Spain hit out on Monday at a German-brokered migration deal with Turkey that will be debated by EU leaders later this week.
Chancellor Angela Merkel hammered out the outlines of an accord last week that would see Turkey take back refugees and migrants in return for cash and eased visa restrictions.
But rights groups and the United Nations have raised concerns that the agreement – if implemented – could breach EU and international human rights law.
“Spain condemns concretely the possibility of collective expulsions. The fact is that everybody who reaches European soil has the right to individual treatment,” José García-Margallo y Marfil, the Spanish foreign affairs minister, told reporters in Brussels.

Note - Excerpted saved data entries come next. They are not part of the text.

package engine_test

import (
	"context"
	"encoding/json"
	"fmt"
	"net/http"
	"net/http/httptest"
	"net/http/httputil"
	"net/url"
	"path/filepath"
	"strings"
	"sync"
	"testing"
	"time"

	"github.com/deadspace-fhir/deadspace/api/engine"
	"github.com/deadspace-fhir/deadspace/api/store"
	"github.com/deadspace-fhir/deadspace/api/store/boltstore"
	"github.com/deadspace-fhir/deadspace/derive"
	"github.com/deadspace-fhir/deadspace/fhir/client"
	"github.com/deadspace-fhir/deadspace/fhir/decode"
	"github.com/deadspace-fhir/deadspace/fhir/encode"
	"github.com/deadspace-fhir/deadspace/fhir/fhirtest/fakefhir"
)

// stepClock is a clock the test moves forward, so backoffs can be skipped.
type stepClock struct {
	mu  sync.Mutex
	off time.Duration
}

func (c *stepClock) Now() time.Time {
	c.mu.Lock()
	defer c.mu.Unlock()
	return time.Now().Add(c.off)
}

func (c *stepClock) Advance(d time.Duration) {
	c.mu.Lock()
	defer c.mu.Unlock()
	c.off += d
}

// writeRig is an engine over a store in a directory of the test's own (so
// it can be closed and opened again, as a restart does), writing to the Go
// FHIR fake or to base (something in front of it), with a clock the test
// moves past backoffs.
type writeRig struct {
	t           *testing.T
	fake        *fakefhir.Server
	base        string
	path        string
	st          *boltstore.Store
	eng         *engine.Engine
	clock       *stepClock
	maxEntries  int
	hooks       engine.Hooks // the engine's hooks, from the next open
	at, updated time.Time
	inputs      []json.RawMessage // the end-tidal readings
}

// newWriteRig is a rig whose transactions hold at most maxEntries entries
// (0: the engine's default).
func newWriteRig(t *testing.T, maxEntries int) *writeRig {
	t.Helper()
	fake := fakefhir.Start(t)
	r := &writeRig{t: t, fake: fake, base: fake.BaseURL, path: filepath.Join(t.TempDir(), "s.db"), clock: &stepClock{}, maxEntries: maxEntries}
	r.at = time.Now().Add(-time.Hour).Truncate(time.Minute)
	r.updated = r.at.Add(10 * time.Minute)
	for m := -2; m <= 2; m++ {
		r.inputs = append(r.inputs, obs(fmt.Sprintf("et%d", m+2), "1", "final", "19891-1", "mm[Hg]", 36, r.at.Add(time.Duration(m)*time.Minute), r.updated))
	}
	t.Cleanup(func() {
		if r.st != nil {
			_ = r.st.Close()
		}
	})
	return r
}

// open opens the store in the rig's directory and starts a new engine on it.
func (r *writeRig) open() {
	r.t.Helper()
	st, err := boltstore.Open(r.path, boltstore.Options{NoSync: true})
	if err != nil {
		r.t.Fatal(err)
	}
	enc, err := encode.New(encode.DefaultOptions())
	if err != nil {
		r.t.Fatal(err)
	}
	cl, err := client.New(client.Config{BaseURL: r.base, MaxRetries: -1, HTTPClient: &http.Client{Timeout: 2 * time.Second}})
	if err != nil {
		r.t.Fatal(err)
	}
	eng, err := engine.New(engine.Config{
		Store: st, Decoder: decode.New(decode.Options{}), Encoder: enc, Derive: derive.DefaultConfig(), Client: cl,
		MaxTransactionEntries: r.maxEntries, Now: r.clock.Now, Hooks: r.hooks,
	})
	if err != nil {
		r.t.Fatal(err)
	}
	r.st, r.eng = st, eng
}

// restart closes the store and opens it again with a new engine, as a
// process restart does.
func (r *writeRig) restart() {
	r.t.Helper()
	if err := r.st.Close(); err != nil {
		r.t.Fatal(err)
	}
	r.st = nil
	r.open()
}

// gasVersion is version v of the blood gas sampled at, with PaCO2 value:
// final first, amended after, each last updated v minutes after updated.
func gasVersion(v int, value float64, at, updated time.Time) json.RawMessage {
	status := "final"
	if v > 1 {
		status = "amended"
	}
	return obs("gas", fmt.Sprint(v), status, "2019-8", "mm[Hg]", value, at, updated.Add(time.Duration(v)*time.Minute))
}

// ingestNow ingests raws and evaluates at once.
func ingestNow(t *testing.T, eng *engine.Engine, raws ...json.RawMessage) {
	t.Helper()
	ctx := context.Background()
	if _, err := eng.Ingest(ctx, "test", raws); err != nil {
		t.Fatal(err)
	}
	if err := eng.EvaluateNow(ctx); err != nil {
		t.Fatal(err)
	}
}

// gas is version v of the blood gas, with PaCO2 value.
func (r *writeRig) gas(v int, value float64) json.RawMessage {
	return gasVersion(v, value, r.at, r.updated)
}

func (r *writeRig) ingest(raws ...json.RawMessage) {
	r.t.Helper()
	ingestNow(r.t, r.eng, raws...)
}

// openAndCreate opens the engine and writes the values derived from the
// readings and version 1 of the blood gas (PaCO2 44): two series.
func (r *writeRig) openAndCreate() {
	r.t.Helper()
	r.open()
	r.ingest(append(r.inputs, r.gas(1, 44))...)
	r.mustDrain(5)
}

func (r *writeRig) health() engine.Health {
	r.t.Helper()
	h, err := r.eng.Health(context.Background())
	if err != nil {
		r.t.Fatal(err)
	}
	return h
}

// drain flushes, moving the clock past every backoff, until the outbox is
// empty or rounds run out; it returns the outbox depth left.
func (r *writeRig) drain(rounds int) int {
	r.t.Helper()
	for range rounds {
		r.eng.FlushNow(context.Background())
		if d := r.health().Stats.OutboxDepth; d == 0 {
			return 0
		}
		r.clock.Advance(3 * time.Minute)
	}
	return r.health().Stats.OutboxDepth
}

// mustDrain drains and fails the test when writes are left or buried.
func (r *writeRig) mustDrain(rounds int) {
	r.t.Helper()
	if left := r.drain(rounds); left != 0 {
		r.t.Fatalf("%d writes left in the outbox", left)
	}
	if dl := r.health().Stats.DeadLetters; dl != 0 {
		r.t.Fatalf("%d dead letters: %v", dl, r.deadLetters())
	}
}

// deadLetters returns the reasons of the dead letters.
func (r *writeRig) deadLetters() []string {
	r.t.Helper()
	dls, err := r.st.DeadLetters(context.Background(), 100)
	if err != nil {
		r.t.Fatal(err)
	}
	var out []string
	for _, dl := range dls {
		out = append(out, dl.Reason)
	}
	return out
}

// outbox returns the writes in the outbox, due or not.
func (r *writeRig) outbox() []store.Write {
	r.t.Helper()
	ws, err := r.st.DueWrites(context.Background(), time.Date(9999, 1, 1, 0, 0, 0, 0, time.UTC), 100)
	if err != nil {
		r.t.Fatal(err)
	}
	return ws
}

// values returns the derived Observations the fake holds now, by series.
func (r *writeRig) values() map[string][]serverValue {
	r.t.Helper()
	out := map[string][]serverValue{}
	for _, raw := range r.fake.Current("Observation") {
		if series, v := parseServerValue(r.t, raw); series != "" {
			out[series] = append(out[series], v)
		}
	}
	return out
}

// anyValue returns one of the derived Observations on the server.
func (r *writeRig) anyValue() serverValue {
	r.t.Helper()
	for _, vs := range r.values() {
		return vs[0]
	}
	r.t.Fatal("no derived Observation on the server")
	return serverValue{}
}

// wantCurrent: every series has one Observation on the server, carrying
// the ledger's key, at the version the ledger knows.
func (r *writeRig) wantCurrent(nSeries int) {
	r.t.Helper()
	values := r.values()
	if len(values) != nSeries {
		r.t.Errorf("%d series on the server, want %d", len(values), nSeries)
	}
	for series, vs := range values {
		if len(vs) != 1 {
			r.t.Errorf("series %s has %d Observations on the server, want 1", series, len(vs))
			continue
		}
		rec, err := r.eng.Entry(context.Background(), series)
		if err != nil {
			r.t.Fatal(err)
		}
		if vs[0].key != rec.Key {
			r.t.Errorf("series %s: the server holds key %s, the ledger %s", series, vs[0].key, rec.Key)
		}
		if rec.ServerID != vs[0].id || rec.ServerVersion != vs[0].version {
			r.t.Errorf("series %s: ledger knows %s/%s, the server holds %s/%s", series, rec.ServerID, rec.ServerVersion, vs[0].id, vs[0].version)
		}
	}
}

// provenances returns the Provenances on the server.
func (r *writeRig) provenances() []map[string]any {
	r.t.Helper()
	var out []map[string]any
	for _, raw := range r.fake.Current("Provenance") {
		var m map[string]any
		if err := json.Unmarshal(raw, &m); err != nil {
			r.t.Fatal(err)
		}
		out = append(out, m)
	}
	return out
}

// activities counts the Provenances on the server by activity code.
func (r *writeRig) activities() map[string]int {
	out := map[string]int{}
	for _, p := range r.provenances() {
		act, _ := p["activity"].(map[string]any)
		cs, _ := act["coding"].([]any)
		for _, c := range cs {
			cm, _ := c.(map[string]any)
			code, _ := cm["code"].(string)
			out[code]++
		}
	}
	return out
}

// revisedVersions returns the references the Provenances with activity
// UPDATE cite with role revision.
func (r *writeRig) revisedVersions() []string {
	var out []string
	for _, p := range r.provenances() {
		act, _ := json.Marshal(p["activity"])
		if !strings.Contains(string(act), `"UPDATE"`) {
			continue
		}
		ents, _ := p["entity"].([]any)
		for _, e := range ents {
			em, _ := e.(map[string]any)
			if em["role"] != "revision" {
				continue
			}
			what, _ := em["what"].(map[string]any)
			ref, _ := what["reference"].(string)
			out = append(out, ref)
		}
	}
	return out
}

// editOnServer changes a derived Observation on the server as someone
// else would, keeping everything edit does not touch (its identifiers
// among them).
func (r *writeRig) editOnServer(v serverValue, edit func(m map[string]any)) {
	r.t.Helper()
	var m map[string]any
	if err := json.Unmarshal(v.raw, &m); err != nil {
		r.t.Fatal(err)
	}
	edit(m)
	raw, err := json.Marshal(m)
	if err != nil {
		r.t.Fatal(err)
	}
	if _, err := r.fake.Put(raw); err != nil {
		r.t.Fatal(err)
	}
}

// failTransactions stands in front of the fake and answers the
// transactions it is told to with a 500, without passing them on.
type failTransactions struct {
	mu     sync.Mutex
	n      int
	failAt map[int]bool
}

// failNext makes the transaction k after the ones seen so far fail (k = 1:
// the next one).
func (f *failTransactions) failNext(k int) {
	f.mu.Lock()
	defer f.mu.Unlock()
	f.failAt[f.n+k] = true
}

// newFailTransactions puts a failTransactions in front of the rig's fake;
// call it before open.
func newFailTransactions(r *writeRig) *failTransactions {
	u, err := url.Parse(r.fake.BaseURL)
	if err != nil {
		r.t.Fatal(err)
	}
	f := &failTransactions{failAt: map[int]bool{}}
	proxy := httputil.NewSingleHostReverseProxy(&url.URL{Scheme: u.Scheme, Host: u.Host})
	srv := httptest.NewServer(http.HandlerFunc(func(w http.ResponseWriter, rq *http.Request) {
		if rq.Method == http.MethodPost && strings.TrimSuffix(rq.URL.Path, "/") == u.Path {
			f.mu.Lock()
			f.n++
			fail := f.failAt[f.n]
			f.mu.Unlock()
			if fail {
				w.Header().Set("Content-Type", "application/fhir+json")
				w.WriteHeader(http.StatusInternalServerError)
				fmt.Fprint(w, `{"resourceType":"OperationOutcome","issue":[{"severity":"error","code":"exception"}]}`)
				return
			}
		}
		proxy.ServeHTTP(w, rq)
	}))
	r.t.Cleanup(srv.Close)
	r.base = srv.URL + u.Path
	return f
}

“What does that mean? It means to submit an asylum request. Then this asylum request is examined. And if this asylum request is refused, they have a right to appeal,” he said. “In which case the return is suspended.”
Zeid Ra’ad Al Hussein, the UN High Commissioner for Human Rights, is also in the Belgian capital for talks with EU officials.
He urged the European Union to reconsider the tentative agreement struck with Ankara.
“I hope every consideration is given to the independent assessment of the fact that we certainly do not want to see blanket returns,” Al Hussein said. “And that these potential inconsistencies between EU law and policy are basically wrung out of the agreement, and that we have something fully in line with EU and international human rights law.”
EU leaders meet on Thursday and Friday to try and finalise the deal. But it faces many hurdles, including stiff opposition from Cyprus.
Nicosia has long opposed closer ties between the EU and Turkey, owing to Ankara’s refusal to recognise the Greek Cypriot government.